There is no surefire way to win a Social Security disability claim, but there are things you can do to help your chances. First, read up on how the appeals process works.
After every decision, you have only 60 days to submit your appeal in writing. If you wait more than 60 days to request an appeal, your appeal will probably be dismissed. At the first three levels of appeal (reconsideration, ALJ hearing, and Appeals Council review), you must file your appeal by submitting specific forms. You can find these forms on the SSA website or by stopping in to your local Social Security office.
The Social Security forms for appealing a decision give you only a few lines to write your explanation on why you think the decision was wrong, but you should feel free to write the phrase "see attached page" on the form and submit a letter along with the form that carefully outlines the problems you see with the decision.
The denial letter you received from the SSA that denied your eligibility for benefits will include an "explanation of determination," which is sometimes called the "disability determination rationale."
This explanation of determination will include issues such as what sources the SSA used to evaluate your claim, why the SSA denied your claim, what impairments the SSA evaluated, and a description of your medical condition. If anything is incorrect or missing in your explanation of determination, include this in your letter to the SSA. Also submit any statements, records, or other information that makes your claim stronger.
For more on appeals letters, see How to Write a Successful Disability Appeal Letter, on Nolo.com.
You should ask your doctor for a supportive statement detailing what you can and cannot do and how your condition prevents you from working. These types of statements may have little effect on a Social Security disability or SSI disability claim at the initial claim or first appeal level, but at the disability hearing level, such statements can actually win the case, provided they are strong enough and are backed up by the objective medical evidence contained in the same doctor's office notes. If your doctor supports you and is willing to fill out an eight-page form for you, it's best if your doctor fill outs the SSA's RFC assessment form. Call your Social Security office and ask them for the form.
If your doctor is not as helpful as you'd like, see Filing for Disability Without a Doctor's Support or Approval.

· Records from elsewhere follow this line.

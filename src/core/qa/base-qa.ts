/** All QA metrics of one base record, with the windows that break thresholds and a verdict. */
import {
  chordDeviation,
  dailyRanges,
  findGaps,
  fourthDifferenceNoise,
  hampelSpikes,
  largestChange,
  samplingIntervalS,
  type ChangeReport,
  type ChordReport,
  type DailyRange,
  type GapReport,
  type NoiseReport,
  type SpikeReport,
} from "./metrics";
import { judgeDay, DEFAULT_VERDICT_THRESHOLDS, type Verdict, type VerdictThresholds } from "./verdict";
import { mergeWindows, type QaWindow } from "./windows";

export interface BaseQaSettings {
  /** Window for the chord and the largest change, s; default 60. */
  windowS?: number;
  /** Chord deviation limit, nT; default 3.0 (Geological Survey of Canada, 60 s chord). */
  chordThresholdNt?: number;
  /** Change inside a window that is shaded, nT; default 20 (practice). */
  changeThresholdNt?: number;
  /** |d4|/16 that is shaded, nT; default 1.0 (practice: proton base noise is a few tenths). */
  noiseThresholdNt?: number;
  /** Gap = spacing > max(gapFactor × interval, gapMinS); defaults 3 and 0 s. */
  gapFactor?: number;
  gapMinS?: number;
  /** Hampel window half-width (samples) and n_sigma; defaults 3 and 3 (common practice). */
  hampelHalfWidth?: number;
  hampelNSigma?: number;
  /** Smallest deviation that can be a spike, nT; default 1.0 (practice, guards MAD = 0). */
  spikeMinDeviationNt?: number;
  /** Verdict thresholds; default DEFAULT_VERDICT_THRESHOLDS. */
  verdictThresholds?: VerdictThresholds;
  /** Largest Kp the caller holds for the day, if any. */
  kp?: number;
}

export const DEFAULT_QA_SETTINGS = {
  windowS: 60,
  chordThresholdNt: 3.0,
  changeThresholdNt: 20,
  noiseThresholdNt: 1.0,
  gapFactor: 3,
  gapMinS: 0,
  hampelHalfWidth: 3,
  hampelNSigma: 3,
  spikeMinDeviationNt: 1.0,
} as const;

export interface BaseQaResult {
  sampleCount: number;
  startMs: number;
  endMs: number;
  durationS: number;
  samplingIntervalS: number;
  rangeNt: { minNt: number; maxNt: number; rangeNt: number };
  dailyRanges: DailyRange[];
  gaps: GapReport;
  change: ChangeReport;
  chord: ChordReport;
  noise: NoiseReport;
  spikes: SpikeReport;
  /** All threshold-breaking windows, merged per metric, by start time. */
  windows: QaWindow[];
  verdict: Verdict;
  settings: Required<Omit<BaseQaSettings, "kp" | "verdictThresholds">> & { kp: number | null };
}

function positive(name: string, v: number): number {
  if (!(v > 0) || !Number.isFinite(v)) throw new RangeError(`${name} must be a positive number`);
  return v;
}

/**
 * QA of a base record: times (UTC ms) strictly ascending with one field value each (run
 * prepareBaseSeries from the correction module first if the record may be unsorted or repeat times).
 */
export function computeBaseQa(timeMs: ArrayLike<number>, fieldNt: ArrayLike<number>, settings: BaseQaSettings = {}): BaseQaResult {
  const n = timeMs.length;
  if (fieldNt.length !== n) throw new RangeError("base times and fields differ in length");
  if (n < 2) throw new RangeError("QA needs at least two base readings");
  for (let i = 1; i < n; i++) if (!(timeMs[i] > timeMs[i - 1])) throw new RangeError("base times must be strictly ascending");
  const s = { ...DEFAULT_QA_SETTINGS, ...Object.fromEntries(Object.entries(settings).filter(([, v]) => v !== undefined)) };
  positive("windowS", s.windowS);
  positive("gapFactor", s.gapFactor);
  if (!Number.isInteger(s.hampelHalfWidth) || s.hampelHalfWidth < 1) throw new RangeError("hampelHalfWidth must be a whole number ≥ 1");

  const interval = samplingIntervalS(timeMs);
  const gaps = findGaps(timeMs, interval, s.gapFactor, s.gapMinS);
  const days = dailyRanges(timeMs, fieldNt);
  let minNt = Infinity, maxNt = -Infinity;
  for (let i = 0; i < n; i++) {
    if (fieldNt[i] < minNt) minNt = fieldNt[i];
    if (fieldNt[i] > maxNt) maxNt = fieldNt[i];
  }
  const change = largestChange(timeMs, fieldNt, s.windowS, s.changeThresholdNt);
  const chord = chordDeviation(timeMs, fieldNt, s.windowS, s.chordThresholdNt);
  const noise = fourthDifferenceNoise(timeMs, fieldNt, interval, s.noiseThresholdNt);
  const spikes = hampelSpikes(timeMs, fieldNt, s.hampelHalfWidth, s.hampelNSigma, s.spikeMinDeviationNt);
  const windows = mergeWindows([...gaps.windows, ...change.windows, ...chord.windows, ...noise.windows, ...spikes.windows]).sort(
    (a, b) => a.startMs - b.startMs || a.metric.localeCompare(b.metric),
  );
  const verdict = judgeDay(
    {
      dailyRangeNt: Math.max(...days.map((d) => d.rangeNt)),
      changeNt: change.maxChangeNt,
      chordDeviationNt: chord.maxDeviationNt,
      noiseRmsNt: noise.rmsNt,
      longestGapS: gaps.longestS,
      spikeCount: spikes.count,
      kp: settings.kp,
    },
    settings.verdictThresholds ?? DEFAULT_VERDICT_THRESHOLDS,
  );
  return {
    sampleCount: n,
    startMs: timeMs[0],
    endMs: timeMs[n - 1],
    durationS: (timeMs[n - 1] - timeMs[0]) / 1000,
    samplingIntervalS: interval,
    rangeNt: { minNt, maxNt, rangeNt: maxNt - minNt },
    dailyRanges: days,
    gaps,
    change,
    chord,
    noise,
    spikes,
    windows,
    verdict,
    settings: {
      windowS: s.windowS,
      chordThresholdNt: s.chordThresholdNt,
      changeThresholdNt: s.changeThresholdNt,
      noiseThresholdNt: s.noiseThresholdNt,
      gapFactor: s.gapFactor,
      gapMinS: s.gapMinS,
      hampelHalfWidth: s.hampelHalfWidth,
      hampelNSigma: s.hampelNSigma,
      spikeMinDeviationNt: s.spikeMinDeviationNt,
      kp: settings.kp ?? null,
    },
  };
}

You should be completely honest at any level of appeal when giving information about your impairments and the limitations your impairments cause. For example, some people may be embarrassed to disclose their psychiatric problems, but those impairments need to be considered as well, as they may have an effect on your disability determination. While you also should not be melodramatic and exaggerate your issues, do not be ashamed to admit the difficulties your impairments have caused you.

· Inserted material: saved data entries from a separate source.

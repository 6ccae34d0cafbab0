"use client";

import { useActionState } from "react";
import { IDLE, formErrorOf, successOf, type ActionState } from "@/src/ui/action-state";
import { ConfirmSubmit } from "@/src/ui/confirm-submit";
import { FormError, FormSuccess } from "@/src/ui/form-message";
import { SubmitButton } from "@/src/ui/submit-button";

export function ArchiveForm({
  archived,
  action,
}: {
  archived: boolean;
  action: (prev: ActionState, formData: FormData) => Promise<ActionState>;
}) {
  const [state, formAction] = useActionState(action, IDLE);
  return (
    <form action={formAction} className="space-y-3">
      <FormError message={formErrorOf(state)} />
      <FormSuccess message={successOf(state)} />
      <input type="hidden" name="intent" value={archived ? "restore" : "archive"} />
      {archived ? (
        <SubmitButton variant="secondary">Restore survey</SubmitButton>
      ) : (
        <ConfirmSubmit label="Archive survey" question="Archive this survey? It becomes read-only." confirmLabel="Yes, archive" />
      )}
    </form>
  );
}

The disability appeals process can be a complicated and confusing maze. You have the right to hire someone -- either a disability lawyer or a nonlawyer representative -- to help you with your claim and appeal, and it is common for people to do that. While you can certainly win a disability appeals case on your own if you have a strong medical case, people are more likely to be successful with their claim if they have an expert representing them through this process.